• _What is being asked_
Extract the first line through the line containing "no load case" from the listing below, exactly as written.

• _Provided records_

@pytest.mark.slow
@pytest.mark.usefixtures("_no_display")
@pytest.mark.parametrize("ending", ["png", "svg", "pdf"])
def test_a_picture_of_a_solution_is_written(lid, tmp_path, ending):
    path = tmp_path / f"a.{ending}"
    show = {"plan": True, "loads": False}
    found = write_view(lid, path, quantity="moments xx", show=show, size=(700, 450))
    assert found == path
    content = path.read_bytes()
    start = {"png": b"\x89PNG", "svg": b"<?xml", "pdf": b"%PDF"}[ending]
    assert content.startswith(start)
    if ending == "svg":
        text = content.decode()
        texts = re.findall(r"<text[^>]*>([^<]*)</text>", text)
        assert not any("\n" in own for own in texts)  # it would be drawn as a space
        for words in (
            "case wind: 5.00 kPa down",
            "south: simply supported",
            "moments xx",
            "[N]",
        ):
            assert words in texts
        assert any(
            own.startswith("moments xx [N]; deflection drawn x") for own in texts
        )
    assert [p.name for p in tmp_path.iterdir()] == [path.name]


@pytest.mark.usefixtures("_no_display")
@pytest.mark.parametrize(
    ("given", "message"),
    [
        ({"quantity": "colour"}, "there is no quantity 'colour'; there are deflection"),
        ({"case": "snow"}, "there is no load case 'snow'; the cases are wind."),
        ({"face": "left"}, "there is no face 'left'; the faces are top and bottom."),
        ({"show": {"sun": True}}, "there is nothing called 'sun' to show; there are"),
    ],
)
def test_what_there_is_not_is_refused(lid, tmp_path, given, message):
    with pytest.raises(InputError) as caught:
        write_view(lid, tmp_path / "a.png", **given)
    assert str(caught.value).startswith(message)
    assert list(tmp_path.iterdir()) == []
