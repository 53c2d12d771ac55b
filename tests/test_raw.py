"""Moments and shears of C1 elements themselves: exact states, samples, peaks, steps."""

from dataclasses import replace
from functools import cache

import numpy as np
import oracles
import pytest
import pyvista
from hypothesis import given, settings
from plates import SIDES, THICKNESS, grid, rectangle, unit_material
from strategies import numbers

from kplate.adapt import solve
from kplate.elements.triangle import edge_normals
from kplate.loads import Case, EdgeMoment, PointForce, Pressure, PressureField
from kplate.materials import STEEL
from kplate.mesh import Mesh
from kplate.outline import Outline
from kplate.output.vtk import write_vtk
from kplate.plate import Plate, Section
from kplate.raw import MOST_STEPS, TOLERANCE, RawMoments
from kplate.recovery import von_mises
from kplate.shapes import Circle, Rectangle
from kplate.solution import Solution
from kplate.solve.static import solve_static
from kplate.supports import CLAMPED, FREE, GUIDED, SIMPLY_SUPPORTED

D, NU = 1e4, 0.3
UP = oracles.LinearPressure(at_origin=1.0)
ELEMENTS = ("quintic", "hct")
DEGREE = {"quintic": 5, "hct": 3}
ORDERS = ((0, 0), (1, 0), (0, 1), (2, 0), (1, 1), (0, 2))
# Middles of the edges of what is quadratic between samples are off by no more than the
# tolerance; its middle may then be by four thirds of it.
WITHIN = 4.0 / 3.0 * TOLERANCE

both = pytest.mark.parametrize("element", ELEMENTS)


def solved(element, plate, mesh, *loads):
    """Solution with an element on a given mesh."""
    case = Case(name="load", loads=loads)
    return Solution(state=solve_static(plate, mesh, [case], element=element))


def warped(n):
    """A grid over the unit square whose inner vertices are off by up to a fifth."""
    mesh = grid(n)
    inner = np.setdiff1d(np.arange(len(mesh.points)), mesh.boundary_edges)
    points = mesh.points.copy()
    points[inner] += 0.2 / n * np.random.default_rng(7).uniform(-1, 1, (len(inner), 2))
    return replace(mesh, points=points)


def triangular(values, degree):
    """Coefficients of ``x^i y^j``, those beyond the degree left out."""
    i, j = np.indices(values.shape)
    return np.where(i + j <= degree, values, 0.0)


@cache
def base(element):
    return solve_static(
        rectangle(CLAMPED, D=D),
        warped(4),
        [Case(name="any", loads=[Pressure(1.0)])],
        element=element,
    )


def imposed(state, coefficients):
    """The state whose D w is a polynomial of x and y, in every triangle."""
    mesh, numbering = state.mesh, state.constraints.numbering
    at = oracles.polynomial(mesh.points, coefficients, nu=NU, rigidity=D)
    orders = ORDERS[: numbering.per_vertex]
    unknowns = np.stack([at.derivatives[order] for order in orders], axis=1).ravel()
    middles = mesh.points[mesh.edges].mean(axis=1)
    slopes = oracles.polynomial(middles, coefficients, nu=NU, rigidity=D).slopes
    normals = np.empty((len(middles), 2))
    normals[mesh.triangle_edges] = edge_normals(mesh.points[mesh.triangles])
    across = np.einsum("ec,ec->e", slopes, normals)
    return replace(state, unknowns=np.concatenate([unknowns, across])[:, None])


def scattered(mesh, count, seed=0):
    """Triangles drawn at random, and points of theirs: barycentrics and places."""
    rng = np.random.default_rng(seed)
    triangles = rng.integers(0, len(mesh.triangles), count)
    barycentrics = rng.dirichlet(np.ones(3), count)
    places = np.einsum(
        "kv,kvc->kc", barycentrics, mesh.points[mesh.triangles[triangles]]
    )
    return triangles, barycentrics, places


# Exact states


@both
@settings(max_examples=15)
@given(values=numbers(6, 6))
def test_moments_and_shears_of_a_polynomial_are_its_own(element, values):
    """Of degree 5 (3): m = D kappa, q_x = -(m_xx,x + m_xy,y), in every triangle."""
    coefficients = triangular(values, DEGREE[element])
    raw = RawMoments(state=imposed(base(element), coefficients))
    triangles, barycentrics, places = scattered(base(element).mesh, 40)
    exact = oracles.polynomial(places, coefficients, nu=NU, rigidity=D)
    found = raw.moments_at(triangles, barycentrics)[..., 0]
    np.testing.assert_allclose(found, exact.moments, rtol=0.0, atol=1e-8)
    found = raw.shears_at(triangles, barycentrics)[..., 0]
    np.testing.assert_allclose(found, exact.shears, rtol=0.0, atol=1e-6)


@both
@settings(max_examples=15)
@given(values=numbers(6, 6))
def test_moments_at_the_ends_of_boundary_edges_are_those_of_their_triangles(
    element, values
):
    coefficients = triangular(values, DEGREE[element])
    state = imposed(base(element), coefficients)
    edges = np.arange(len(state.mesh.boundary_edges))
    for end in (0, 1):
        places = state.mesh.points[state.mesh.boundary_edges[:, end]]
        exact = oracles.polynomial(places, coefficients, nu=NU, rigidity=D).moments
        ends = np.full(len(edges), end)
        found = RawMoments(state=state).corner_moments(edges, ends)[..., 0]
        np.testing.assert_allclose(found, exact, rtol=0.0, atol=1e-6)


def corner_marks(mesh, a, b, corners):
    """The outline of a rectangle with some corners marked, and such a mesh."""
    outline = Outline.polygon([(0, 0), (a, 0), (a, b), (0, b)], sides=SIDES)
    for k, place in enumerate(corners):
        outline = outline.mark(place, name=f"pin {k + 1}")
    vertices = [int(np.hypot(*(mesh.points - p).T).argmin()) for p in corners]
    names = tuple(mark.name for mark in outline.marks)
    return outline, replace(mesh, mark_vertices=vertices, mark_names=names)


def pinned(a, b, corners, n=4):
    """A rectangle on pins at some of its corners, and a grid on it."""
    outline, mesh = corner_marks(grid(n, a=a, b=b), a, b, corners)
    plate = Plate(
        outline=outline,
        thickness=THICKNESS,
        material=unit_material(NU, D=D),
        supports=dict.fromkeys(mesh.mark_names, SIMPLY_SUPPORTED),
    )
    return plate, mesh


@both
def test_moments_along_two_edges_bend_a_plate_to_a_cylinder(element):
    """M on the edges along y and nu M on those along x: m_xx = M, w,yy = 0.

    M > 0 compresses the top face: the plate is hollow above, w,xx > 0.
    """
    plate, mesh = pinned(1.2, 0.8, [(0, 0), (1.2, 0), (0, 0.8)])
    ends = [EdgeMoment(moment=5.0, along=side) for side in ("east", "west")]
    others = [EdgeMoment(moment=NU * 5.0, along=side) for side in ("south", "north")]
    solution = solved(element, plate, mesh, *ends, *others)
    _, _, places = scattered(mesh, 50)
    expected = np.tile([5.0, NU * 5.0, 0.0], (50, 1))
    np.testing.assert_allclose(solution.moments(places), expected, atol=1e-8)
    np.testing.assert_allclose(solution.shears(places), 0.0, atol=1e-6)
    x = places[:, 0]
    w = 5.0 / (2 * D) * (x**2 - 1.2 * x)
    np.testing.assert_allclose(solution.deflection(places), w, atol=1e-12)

• _Result for this exercise_
@pytest.mark.slow
@pytest.mark.usefixtures("_no_display")
@pytest.mark.parametrize("ending", ["png", "svg", "pdf"])
def test_a_picture_of_a_solution_is_written(lid, tmp_path, ending):
    path = tmp_path / f"a.{ending}"
    show = {"plan": True, "loads": False}
    found = write_view(lid, path, quantity="moments xx", show=show, size=(700, 450))
    assert found == path
    content = path.read_bytes()
    start = {"png": b"\x89PNG", "svg": b"<?xml", "pdf": b"%PDF"}[ending]
    assert content.startswith(start)
    if ending == "svg":
        text = content.decode()
        texts = re.findall(r"<text[^>]*>([^<]*)</text>", text)
        assert not any("\n" in own for own in texts)  # it would be drawn as a space
        for words in (
            "case wind: 5.00 kPa down",
            "south: simply supported",
            "moments xx",
            "[N]",
        ):
            assert words in texts
        assert any(
            own.startswith("moments xx [N]; deflection drawn x") for own in texts
        )
    assert [p.name for p in tmp_path.iterdir()] == [path.name]


@pytest.mark.usefixtures("_no_display")
@pytest.mark.parametrize(
    ("given", "message"),
    [
        ({"quantity": "colour"}, "there is no quantity 'colour'; there are deflection"),
        ({"case": "snow"}, "there is no load case 'snow'; the cases are wind."),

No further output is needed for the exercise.